B. PLACER AU PREMIER PLAN LA QUALITÉ DES SOINS
Une démarche protéiforme complexe...
Depuis la réforme hospitalière de 1996 65 ( * ) , les établissements de santé doivent être certifiés pour continuer d'accueillir des patients ; cette évaluation externe indépendante est aujourd'hui réalisée par la HAS, dans le cadre d'une procédure véritablement contraignante qu'elle a orientée vers le suivi des pratiques professionnelles pour renforcer la médicalisation de la démarche.
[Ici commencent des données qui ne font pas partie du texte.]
describe('the demo seeds on a fresh database', () => {
  it('give both demo desks an order book in every stage, with quote requests waiting', async () => {
    const statuses = (await t.db('orders').select('status')).map((r) => r.status as string);
    expect(statuses.length).toBeGreaterThanOrEqual(10);
    // The order book and the yards' runs for today and the next working days.
    expect(statuses.length).toBeLessThanOrEqual(24);
    for (const stage of ['sent', 'changes_offered', 'confirmed', 'on_the_road', 'delivered', 'turned_down']) expect(statuses, stage).toContain(stage);
    const merchants = await t.db('orders').distinct('merchant_organisation_id');
    expect(merchants.length).toBe(2);
    const asked = await t.db('quotes').where({ status: 'asked' }).count({ n: '*' }).first();
    expect(Number(asked?.n)).toBeGreaterThanOrEqual(1);
    const answered = await t.db('quotes').where({ status: 'answered' }).count({ n: '*' }).first();
    expect(Number(answered?.n)).toBeGreaterThanOrEqual(1);
  });

  it('leave the desk a confirmed order with back-ordered packs to start a follow-up from', async () => {
    const owed = await t.db('order_lines as l').join('orders as o', 'o.id', 'l.order_id').where('o.status', 'confirmed').where('l.back_order_quantity', '>', 0).first('o.id');
    expect(owed).toBeDefined();
    const desk = await demoClient('sales@demo.test');
    const detail = (await desk.get(`/api/orders/${owed.id}`)).body as { allowed_actions: string[]; back_ordered_packs: number };
    expect(detail.back_ordered_packs).toBeGreaterThan(0);
    expect(detail.allowed_actions).toContain('start_follow_up');
  });

  it('hold at each branch exactly the packs its confirmed and loaded orders reserve, and never more than it has', async () => {
    // Stock on hand less what is promised is what can still be sold (common practice in stock keeping).
    const stock = await t.db('branch_products').select('branch_id', 'product_id', 'on_hand', 'reserved');
    const held = (await t
      .db('order_lines as l')
      .join('orders as o', 'o.id', 'l.order_id')
      .whereIn('o.status', HELD)
      .groupBy('o.branch_id', 'l.product_id')
      .select('o.branch_id', 'l.product_id')
      .sum({ packs: 'l.reserved_quantity' })) as { branch_id: number; product_id: number; packs: number | string }[];
    const heldOf = new Map(held.map((h) => [`${h.branch_id}:${h.product_id}`, Number(h.packs)]));
    let reservedSomething = false;
    for (const s of stock) {
      expect(s.reserved, `branch ${s.branch_id} product ${s.product_id}`).toBe(heldOf.get(`${s.branch_id}:${s.product_id}`) ?? 0);
      expect(s.on_hand - s.reserved).toBeGreaterThanOrEqual(0);
      if (s.reserved > 0) reservedSomething = true;
    }
    expect(reservedSomething).toBe(true);
    // Orders not yet confirmed, or closed, hold nothing.
    const stray = await t.db('order_lines as l').join('orders as o', 'o.id', 'l.order_id').whereNotIn('o.status', HELD).where('l.reserved_quantity', '>', 0).count({ n: '*' }).first();
    expect(Number(stray?.n)).toBe(0);
    // A confirmed line holds what the desk agreed to send.
    const lines = await t.db('order_lines as l').join('orders as o', 'o.id', 'l.order_id').where('o.status', 'confirmed').select('l.confirmed_quantity', 'l.reserved_quantity');
    for (const l of lines) expect(l.reserved_quantity).toBe(l.confirmed_quantity);
  });

  it('take what was handed over off the shelf: on hand is the seeded count less the packs delivered', async () => {
    const rows = await t
      .db('branch_products as bp')
      .join('branches as b', 'b.id', 'bp.branch_id')
      .join('organisations as m', 'm.id', 'b.organisation_id')
      .join('products as p', 'p.id', 'bp.product_id')
      .select('bp.branch_id', 'bp.product_id', 'bp.on_hand', 'b.name as branch', 'm.name as merchant', 'p.sku');
    const delivered = (await t
      .db('order_lines as l')
      .join('orders as o', 'o.id', 'l.order_id')
      .where('o.status', 'delivered')
      .groupBy('o.branch_id', 'l.product_id')
      .select('o.branch_id', 'l.product_id')
      .sum({ packs: 'l.delivered_quantity' })) as { branch_id: number; product_id: number; packs: number | string }[];
    const out = new Map(delivered.map((d) => [`${d.branch_id}:${d.product_id}`, Number(d.packs)]));
    expect([...out.values()].some((v) => v > 0)).toBe(true);
    for (const r of rows) {
      const m = DEMO_CATALOGUES.find((c) => c.organisation === r.merchant)!;
      const factor = m.branches.find((b) => b.name === r.branch)!.stockFactor;
      const seeded = Math.round(m.stock[r.sku][0] * factor);
      expect(r.on_hand, `${r.sku} at ${r.branch}`).toBe(seeded - (out.get(`${r.branch_id}:${r.product_id}`) ?? 0));
    }
  });

  it('book every lorry run within its payload and pallet slots, on a slot of the order’s own branch, today or later', async () => {
    // Payloads are set below the legal gross weights of Great Britain rigid lorries (Road Vehicles
    // (Authorised Weight) Regulations 1998: 18,000 kg on two axles, 26,000 kg on three) less their own weight.
    const slots = await t
      .db('delivery_slots as s')
      .join('lorries as l', 'l.id', 's.lorry_id')
      .select('s.id', 's.date', 's.branch_id', 's.booked_kg', 's.booked_pallets', 'l.payload_kg', 'l.pallet_slots', 'l.registration');
    const bookings = await t.db('slot_bookings as sb').join('orders as o', 'o.id', 'sb.order_id').select('sb.slot_id', 'sb.weight_kg', 'sb.pallets', 'o.branch_id', 'o.status');
    expect(bookings.length).toBeGreaterThanOrEqual(4);
    const today = new Date().toISOString().slice(0, 10);
    for (const s of slots) {
      const mine = bookings.filter((b) => b.slot_id === s.id);
      const kg = mine.reduce((sum, b) => sum + Number(b.weight_kg), 0);
      const pallets = mine.reduce((sum, b) => sum + b.pallets, 0);
      expect(Number(s.booked_kg)).toBeCloseTo(kg, 1);
      expect(s.booked_pallets).toBe(pallets);
      expect(Number(s.booked_kg), `${s.registration} ${s.date}`).toBeLessThanOrEqual(s.payload_kg);
      expect(s.booked_pallets, `${s.registration} ${s.date}`).toBeLessThanOrEqual(s.pallet_slots);
      for (const b of mine) expect(b.branch_id).toBe(s.branch_id);
      if (mine.length > 0) expect(s.date >= today).toBe(true);
    }
    // A lorry on the road, or back from a drop, had a driver on its run.
    const gone = await t
      .db('slot_bookings as sb')
      .join('orders as o', 'o.id', 'sb.order_id')
      .join('delivery_slots as s', 's.id', 'sb.slot_id')
      .whereIn('o.status', ['on_the_road', 'delivered'])
      .select('s.driver_user_id');
    expect(gone.length).toBeGreaterThanOrEqual(2);
    for (const g of gone) expect(g.driver_user_id).not.toBeNull();
  });

  it('number each merchant’s invoices 1 to n without gaps, one of them paid in full', async () => {
    // A VAT invoice carries a unique number that follows on from the last one (GOV.UK, "VAT record
    // keeping: VAT invoices", gov.uk/vat-record-keeping/vat-invoices; from memory).
    const invoices = await t.db('invoices').select('merchant_organisation_id', 'number', 'total', 'paid', 'credited', 'order_id');
    const byMerchant = new Map<number, number[]>();
    for (const i of invoices) byMerchant.set(i.merchant_organisation_id, [...(byMerchant.get(i.merchant_organisation_id) ?? []), i.number]);
    expect(byMerchant.size).toBe(2);
    for (const numbers of byMerchant.values()) expect([...numbers].sort((a, b) => a - b)).toEqual(numbers.map((_, i) => i + 1));
    const paid = invoices.filter((i) => i.paid > 0);
    expect(paid.length).toBe(1);
    expect(paid[0].paid).toBe(paid[0].total - paid[0].credited);
    const payments = await t.db('payments').where({ status: 'succeeded' }).select('invoice_id', 'amount');
    expect(payments.map((p) => p.amount)).toEqual([paid[0].total]);
    // Each invoice's total is its lines' total, and only delivered or confirmed orders are invoiced.
    for (const i of invoices) {
      const order = await t.db('orders').where({ id: i.order_id }).first();
      expect(['confirmed', 'on_the_road', 'delivered']).toContain(order.status);
    }
    const sums = (await t.db('invoice_lines').groupBy('invoice_id').select('invoice_id').sum({ total: 'total' })) as { invoice_id: number; total: number | string }[];
    const all = await t.db('invoices').select('id', 'total');
    for (const inv of all) expect(Number(sums.find((s) => s.invoice_id === inv.id)?.total)).toBe(inv.total);
  });

  it('give every order a timeline that starts with its sending and follows its stage', async () => {
    const orders = await t.db('orders').select('id', 'status', 'subtotal');
    const expected: Record<string, string[]> = {
      sent: ['placed'],
      changes_offered: ['placed', 'changes_offered'],
      agreed: ['placed', 'changes_offered', 'changes_accepted'],
      confirmed: ['placed', 'confirmed'],
      on_the_road: ['placed', 'confirmed', 'dispatched'],
      delivered: ['placed', 'confirmed', 'dispatched', 'delivered', 'invoiced'],
      turned_down: ['placed', 'turned_down'],
    };
    for (const o of orders) {
      const kinds = (await t.db('order_events').where({ order_id: o.id }).orderBy('id').select('kind')).map((e) => e.kind as string);
      expect(kinds[0]).toBe('placed');
      for (const k of expected[o.status] ?? ['placed']) expect(kinds, `order ${o.id} (${o.status})`).toContain(k);
      const lines = await t.db('order_lines').where({ order_id: o.id }).sum({ total: 'total' }).first();
      expect(Number(lines?.total)).toBe(o.subtotal);
    }
    const open = await t.db('order_proposals as p').join('orders as o', 'o.id', 'p.order_id').where('p.status', 'open').select('o.status');
    for (const p of open) expect(p.status).toBe('changes_offered');
  });

  it('show the desk its seeded orders through the API, and leave everything as it is when run again', async () => {
    const desk = await demoClient('sales@demo.test');
    const book = orderListSchema.parse((await desk.get('/api/orders?page_size=100').expect(200)).body);
    expect(book.total).toBeGreaterThanOrEqual(8);
    expect(book.orders.every((o) => o.branch.merchant.name === 'Tollerbeck Roofing Supplies')).toBe(true);
    const quotes = (await desk.get('/api/quote-requests').expect(200)).body as { quote_requests: { quotes: { status: string }[] }[] };
    expect(quotes.quote_requests.some((r) => r.quotes.some((q) => q.status === 'asked'))).toBe(true);

    const count = async (table: string) => Number((await t.db(table).count({ n: '*' }).first())?.n);
    const before = await Promise.all(['orders', 'order_events', 'invoices', 'quote_requests', 'slot_bookings', 'projects', 'estimates'].map(count));
    const stock = await t.db('branch_products').orderBy(['branch_id', 'product_id']).select('on_hand', 'reserved');
    await runSeeds(t.db);
    expect(await Promise.all(['orders', 'order_events', 'invoices', 'quote_requests', 'slot_bookings', 'projects', 'estimates'].map(count))).toEqual(before);
    expect(await t.db('branch_products').orderBy(['branch_id', 'product_id']).select('on_hand', 'reserved')).toEqual(stock);
  });

  it('hold a delivered drop with its proof: receiver, a signature and a photo made for the demo, served through the checked routes', async () => {
    const proofs = await t.db('delivery_proofs as p').join('delivery_files as f', 'f.proof_id', 'p.id').select('p.order_id', 'f.kind');
    const withBoth = [...new Set(proofs.map((p) => p.order_id as number))].filter((id) => proofs.some((p) => p.order_id === id && p.kind === 'signature') && proofs.some((p) => p.order_id === id && p.kind === 'photo'));
    expect(withBoth.length).toBeGreaterThanOrEqual(1);
    const contractor = await demoClient('estimator@demo.test');
    const proof = (await contractor.get(`/api/orders/${withBoth[0]}/delivery`)).body;
    expect(proof.receiver_name).toBe('Gethin Marlow');
    expect((await contractor.get(proof.signature_url)).headers['content-type']).toBe('image/png');
    expect((await contractor.get(proof.photos[0].url)).headers['content-type']).toBe('image/jpeg');
    expect((await (await demoClient('contractor2@demo.test')).get(`/api/orders/${withBoth[0]}/delivery`)).status).toBe(404);
  });

  it('give every demo branch runs today or on the next working days: two drops on one lorry, a crane drop, a run loaded, one half loaded, a face short', async () => {
    const today = t.config.calendar.today();
    const runs: Run[] = [];
    for (const email of ['dispatch@demo.test', 'dispatch2@demo.test']) {
      const yard = await demoClient(email);
      const me = (await yard.get('/api/auth/me')).body as { organisation: { id: number } };
      const branches = await t.db('branches').where({ organisation_id: me.organisation.id }).select('id');
      expect(branches.length).toBe(2);
      for (const b of branches) {
        const found: Run[] = [];
        for (let d = today, n = 0; n < 3; d = nextWorkingDay(d), n++) {
          const res = await yard.get(`/api/branches/${b.id}/runs?date=${d}`);
          expect(res.status).toBe(200);
          found.push(...runDaySchema.parse(res.body).filter((r) => r.drops.length > 0));
        }
        expect(found.length, `branch ${b.id}`).toBeGreaterThan(0);
        runs.push(...found);
      }
    }
    expect(runs.some((r) => r.drops.length >= 2)).toBe(true);
    expect(runs.some((r) => r.drops.some((d) => d.delivery_method === 'roof') && r.lorry.has_crane)).toBe(true);
    expect(runs.some((r) => r.status === 'loaded' && r.loaded_count === r.pallets)).toBe(true);
    expect(runs.some((r) => r.date === today && r.loaded_count > 0 && r.loaded_count < r.pallets)).toBe(true);
    expect(runs.some((r) => r.drops.some((d) => d.short && d.status === 'confirmed'))).toBe(true);
    expect(runs.some((r) => r.drops.some((d) => d.status === 'delivered'))).toBe(true);
  });
});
Dans ce cadre, l'agence a rendu obligatoire le recueil d'indicateurs de qualité sur la tenue du dossier patient, le délai d'envoi du courrier de fin d'hospitalisation, le dépistage des troubles nutritionnels, la traçabilité de l'évaluation de la douleur, la tenue du dossier anesthésique et les prescriptions médicamenteuses dans l'infarctus du myocarde.
En outre, le ministère de la santé et la HAS ont ouvert un site internet , « Platines » (plateforme d'informations sur les établissements de santé), qui entend fournir une information « grand public » sur l'activité et la qualité des établissements. Divers indicateurs y sont présentés qui recoupent ceux demandés par la HAS pour la certification : lutte contre les infections nosocomiales 66 ( * ) , hygiène des mains, surveillance des patients opérés, bon usage des antibiotiques, staphylocoque doré, partage d'informations au cours d'une hospitalisation ou dans le cadre d'une anesthésie, communication avec le médecin traitant, mesure de la douleur, suivi du poids...
On le voit, la notion de qualité des soins est protéiforme ; elle recoupe la sécurité des patients, la gestion des risques liés à la prise médicamenteuse, à l'utilisation de dispositifs médicaux, implantables ou non, à l'environnement (eau, air, alimentation, déchets...), le suivi de procédures de surveillance, par exemple pour les produits sanguins,... Qui plus est, certaines mesures prêtent à sourire : un responsable hospitalier a par exemple expliqué à la mission que le critère d'hygiène des mains était principalement apprécié selon le niveau des achats en savon de l'hôpital...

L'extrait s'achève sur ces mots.